I work in SoMa and think it sucks hard community-wise because despite having
so much interest-wise with many of the employees of the companies in my
building and most of the buildings within a 5 minute walk, I have few if any
meaningful interactions on a daily basis. Yes, there are meetups, but there is
relatively no serendipity with special interest groups. I don't want to know
only the people within 1 degree of separation on the interest graph. That's
essentially an echo chamber. I would like to meet many more people who are
maybe 2-3 degrees away, e.g. still in tech, but working on completely
different problems and with different technologies than I do. A lot of those
people are nearby and there are practically no spaces that foster interactions
with those people.

The only time I get those interactions farther than a single degree of
separation is when I go out at night with people outside my daytime bubble.

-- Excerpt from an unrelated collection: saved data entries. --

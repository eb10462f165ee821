using System.Collections.Immutable;
using System.Globalization;
using MemberScan.Foundation.Geometry;
using MemberScan.Ifc.Analysis;
using MemberScan.Ifc.Analysis.Loads;
using MemberScan.Mechanics.Properties;
using MemberScan.Mechanics.Sections;
using MemberScan.Model;
using MemberScan.Model.Frames;
using MemberScan.Model.Members;
using MemberScan.Model.Verdicts;
using MemberScan.Part21;

namespace MemberScan.Ifc.Frames.Stiffness;

/// <summary>Section and material of analytical members: their own, else those of the physical element that they stand for.</summary>
internal sealed class StiffnessReader(Instances instances, Relations relations, AnalyticalSource analytical, ElasticFactsReader elastic, ImmutableArray<Member> candidates)
{
    /// <summary>Largest sine of the angle between an analytical member and the body whose section it takes.</summary>
    private const double Parallel = 0.02;

    /// <summary>Share of the second moments below which a product of inertia or an offset of the shear centre is nothing.</summary>
    private const double Nothing = 1e-9;

    private readonly ILookup<ulong, Member> _candidates = candidates.ToLookup(m => m.Element.StepId);
    private readonly Dictionary<CrossSection, SectionProperties> _properties = [];

    private sealed record Source(Finding<SectionFinding> Section, Material Material, Finding<MemberAxes> Axes, ulong Element, bool IsBody);

    /// <summary>Reads a member; the reason names it.</summary>
    /// <param name="member">The record of the analytical member.</param>
    /// <param name="line">The analytical member.</param>
    /// <param name="axis">Its Axis attribute in project axes, for a curved member, whose axes are known nowhere else; null if none.</param>
    /// <param name="name">Its name, for messages.</param>
    public Finding<MemberStiffness> Read(Part21Record member, AnalyticalMember line, Vector3? axis, string name)
    {
        var source = Find(member, line);
        if (!source.Section.TryGet(out var section, out var noSection)) return Missing(noSection.Code, $"{name} has no section that can be used: {noSection.Message}");
        if (!source.Material.Modulus.TryGet(out var modulus, out var noModulus)) return Missing(ReasonCode.NoForces, $"{name} has no modulus of elasticity: {noModulus.Message}");
        if (!Direction(source, line, axis, section.Value.Shape, out var z, out var reversed, out var noAxes)) return Missing(noAxes!.Code, $"{name}: {noAxes.Message}");
        if (Constants(section.Value.Shape, reversed) is not { } constants) return Missing(ReasonCode.SectionNotCovered, $"{name}: the section {section.Value.Shape.Designation} has no torsion constant");

        var notes = ImmutableArray.CreateBuilder<string>();
        if (section.Value.Shapes.Length > 1) notes.Add($"{name}: stiffness of the first of {section.Value.Shapes.Length} readings of the section, {section.Value.Shape.Designation}");
        var facts = MaterialsOf(source.Element).Select(elastic.Of).FirstOrDefault(f => f != ElasticFacts.None) ?? ElasticFacts.None;
        var poisson = (Finding<double>.Found)source.Material.Poisson;
        if (facts.ShearModulus is null && poisson.Source == "default") notes.Add(string.Create(CultureInfo.InvariantCulture, $"{name}: G by the default Poisson's ratio {poisson.Value:0.0##}"));
        var density = facts.Density;
        if (density is null && source.Material.IsSteel)
        {
            density = MemberWeight.SteelDensity;
            notes.Add(string.Create(CultureInfo.InvariantCulture, $"{name}: density {MemberWeight.SteelDensity} kg/m³ (EN 1991-1-1, Table A.4, from memory); the model gives none"));
        }

        var shear = facts.ShearModulus ?? modulus.Value / (2 * (1 + poisson.Value));
        var material = new FrameMaterial(source.Material.Name, modulus.Value, shear, (density ?? 0) * MemberWeight.Gravity, facts.Expansion ?? 0, (source.Material.Yield as Finding<double>.Found)?.Value);
        return new Finding<MemberStiffness>.Found(
            new MemberStiffness(constants, material, z, reversed, density, facts.Expansion, section.Value.Shape.ExtentY, section.Value.Shape.ExtentZ, notes.ToImmutable()),
            $"{section.Source}; E by {modulus.Source}");
    }

    /// <summary>What gives section and material: the analytical member itself where it has a section, else the body that it runs along.</summary>
    private Source Find(Part21Record member, AnalyticalMember line)
    {
        var (section, material) = analytical.Read(member);
        if (section is Finding<SectionFinding>.Found) return new Source(section, material, line.Axes, member.Id, IsBody: false);

        var bodies = relations.PhysicalOf(member.Id).SelectMany(id => _candidates[id]).ToList();
        var body = bodies.Count == 1 ? bodies[0] : bodies.Find(b => RunsAlong(b, line));
        return body is null ? new Source(section, material, line.Axes, member.Id, IsBody: false) : new Source(body.Section, body.Material, body.Axes, body.Element.StepId, IsBody: true);
    }

    private static bool RunsAlong(Member body, AnalyticalMember line)
    {
        if (!line.Line.TryGet(out var ends, out _) || !body.Axes.TryGet(out var axes, out _) || !body.Length.TryGet(out var length, out _)) return false;
        if (!(ends.Value.End - ends.Value.Start).TryNormalize(out var x) || x.Cross(axes.Value.X).Length > Parallel) return false;

        var middle = 0.5 * (ends.Value.Start + ends.Value.End) - axes.Value.Origin;
        var along = middle.Dot(axes.Value.X);
        return along > 0 && along < length.Value && (middle - along * axes.Value.X).Length <= Math.Max(Parallel * length.Value, body.Section is Finding<SectionFinding>.Found s ? Math.Max(s.Value.Shape.ExtentY, s.Value.Shape.ExtentZ) : 0);
    }

    /// <summary>Direction of the section's z; false with the reason when the section has preferred axes and they are not known.</summary>
    private static bool Direction(Source source, AnalyticalMember line, Vector3? axis, CrossSection shape, out Vector3? z, out bool reversed, out Reason? why)
    {
        (z, reversed, why) = (null, false, null);
        if (!source.IsBody && line.Line is Finding<(Vector3 Start, Vector3 End)>.Missing && axis is { } given)
        {
            z = given;
            return true;
        }

        if (!source.Axes.TryGet(out var axes, out why)) return shape is Round or Tube;

        z = axes.Value.Z;
        if (!source.IsBody || !line.Line.TryGet(out var ends, out _) || !(ends.Value.End - ends.Value.Start).TryNormalize(out var x)) return true;
        if (x.Cross(axes.Value.X).Length > Parallel)
        {
            why = new Reason(ReasonCode.AxesUnknown, "it does not run along the body whose section it would take");
            return false;
        }

        reversed = x.Dot(axes.Value.X) < 0;
        return true;
    }

    private FrameSection? Constants(CrossSection shape, bool reversed)
    {
        if (!_properties.TryGetValue(shape, out var p)) _properties[shape] = p = SectionProperties.Of(shape);
        if (p.J is not { } torsion || !(torsion > 0)) return null;

        var side = reversed ? -1 : 1;
        var extent = Math.Max(shape.ExtentY, shape.ExtentZ);
        return new FrameSection
        {
            Name = shape.Designation,
            Shape = shape,
            Area = p.Area,
            Iy = p.Iy,
            Iz = p.Iz,
            Iyz = Math.Abs(p.Iyz) <= Nothing * (p.Iy + p.Iz) ? 0 : side * p.Iyz,
            J = torsion,
            ShearCentreY = Math.Abs(p.ShearCentreY) <= Nothing * extent ? 0 : side * p.ShearCentreY,
            ShearCentreZ = Math.Abs(p.ShearCentreZ) <= Nothing * extent ? 0 : p.ShearCentreZ,
        };
    }

    /// <summary>Materials behind the associations of an element or its type, through sets and usages.</summary>
    private IEnumerable<ulong> MaterialsOf(ulong element)
    {
        var open = new Stack<(ulong Id, int Depth)>(relations.MaterialsOf(element).Concat(relations.MaterialsOf(relations.TypeOf(element))).Reverse().Select(id => (id, 0)));
        while (open.TryPop(out var next))
        {
            if (next.Depth > 6 || !instances.File.TryFind(next.Id, out var record)) continue;
            if (record.Keyword == "IFCMATERIAL")
            {
                yield return record.Id;
                continue;
            }

            for (var i = 0; i < 4; i++)
            {
                if (record[i].TryReference(out var one)) open.Push((one, next.Depth + 1));
                foreach (var id in record[i].Kind == Part21ValueKind.List ? Instances.IdsOf(record[i]) : []) open.Push((id, next.Depth + 1));
            }
        }
    }

    private static Finding<MemberStiffness> Missing(ReasonCode code, string message) => new Finding<MemberStiffness>.Missing(new Reason(code, message));
}
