#!/usr/bin/env bash
# Builds everything, checks the format, runs every test. Works from any folder; needs the .NET 10 SDK.
# The last line is "N passed, N failed" over the whole run; the exit code is 0 only when something ran and all of it passed.
set -euo pipefail

cd "$(dirname "${BASH_SOURCE[0]}")/.."
export DOTNET_CLI_TELEMETRY_OPTOUT=1 DOTNET_NOLOGO=1 DOTNET_CLI_UI_LANGUAGE=en DOTNET_GENERATE_ASPNET_CERTIFICATE=false

# The build tools of the SDK leave folders of random names in the temporary folder: they get one of their own, which goes with this run.
TMPDIR=$(mktemp -d "${TMPDIR:-/tmp}/memberscan-run.XXXXXX")
export TMPDIR
finish() {
  dotnet build-server shutdown --vbcscompiler >/dev/null 2>&1 || true
  rm -rf "$TMPDIR"
}
trap finish EXIT

say() { printf '%s\n' "$*" >&2; }

# need COMMAND PACKAGE: installs the package when the command is missing and that is possible here.
apt_updated=false
need() {
  command -v "$1" >/dev/null 2>&1 || add_package "'$1'" "$2"
}

# need_file PATH PACKAGE: the same for a file.
need_file() {
  [ -e "$1" ] || add_package "$1" "$2"
}

add_package() {
  if [ "$(id -u)" -ne 0 ] || ! command -v apt-get >/dev/null 2>&1; then
    say "The tests need $1 (Debian package '$2'). Install it, then run this again."
    exit 1
  fi
  say "Installing $2."
  if ! $apt_updated; then apt-get update -qq >&2; apt_updated=true; fi
  DEBIAN_FRONTEND=noninteractive apt-get install -y -qq --no-install-recommends "$2" >&2
}

if ! command -v dotnet >/dev/null 2>&1; then
  say "The tests need the .NET 10 SDK ('dotnet'). Install it, then run this again."
  exit 1
fi
need chromium chromium
need node nodejs
need npm npm
need g++ g++
need_file /usr/sbin/nats-server nats-server
need_file /usr/include/ifcpp/reader/ReaderSTEP.h libifcplusplus-dev
need_file /usr/include/boost/unordered_map.hpp libboost-dev

bash tests/ifcplusplus/build.sh .artifacts/ifcplusplus

for folder in tests/web-ifc tests/MemberScan.Browser.Tests/types; do
  (cd "$folder" && npm ci --loglevel=error --no-audit --no-fund --no-update-notifier)
done

locked=()
if [ "${CI:-}" = true ]; then locked=(--locked-mode); fi
dotnet restore MemberScan.sln "${locked[@]}"
dotnet build MemberScan.sln --no-restore

format=0
dotnet format MemberScan.sln --verify-no-changes --no-restore || format=$?
if [ "$format" -ne 0 ]; then say "The format differs: run 'dotnet format MemberScan.sln'."; fi

log=$(mktemp)
rc=0
dotnet test MemberScan.sln --no-build 2>&1 | tee "$log" || rc=$?

if [ "$format" -ne 0 ]; then say "The format differs (see above): the run fails whatever the tests say."; fi
awk -v rc="$rc" -v format="$format" '
  /^ *(Passed|Failed|Skipped)! +- Failed:/ {
    gsub(/[:,]/, " ")
    for (i = 1; i < NF; i++) {
      if ($i == "Failed") failed += $(i + 1)
      if ($i == "Passed") passed += $(i + 1)
      if ($i == "Skipped") skipped += $(i + 1)
    }
  }
  END {
    printf "%d skipped\n", skipped
    printf "%d passed, %d failed\n", passed, failed
    exit (rc || format || failed || passed + failed == 0) ? 1 : 0
  }' "$log"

In NYC, in contrast, it wasn't uncommon for me to buy my lunch and sit in a
public space where someone might sit down at the same public table that I was
sitting at.

I would love a public food-court style space in SoMa organized like a German
beer hall, with large communal tables, where a large part of the draw would be
sitting down and overhearing interesting conversations and having your
conversations heard as well and maybe using that as fodder for meeting someone
new.

SoMA strikes me as a place where people know the value of strong ties, but
completely discount the value in weak ties [0] and mechanisms that foster weak
ties, such as the lack of physical community spaces.

[0] Mark Granovetter, The Strength of Weak Ties.
[http://sociology.stanford.edu/people/mgranovetter/documents/...](http://sociology.stanford.edu/people/mgranovetter/documents/granstrengthweakties.pdf)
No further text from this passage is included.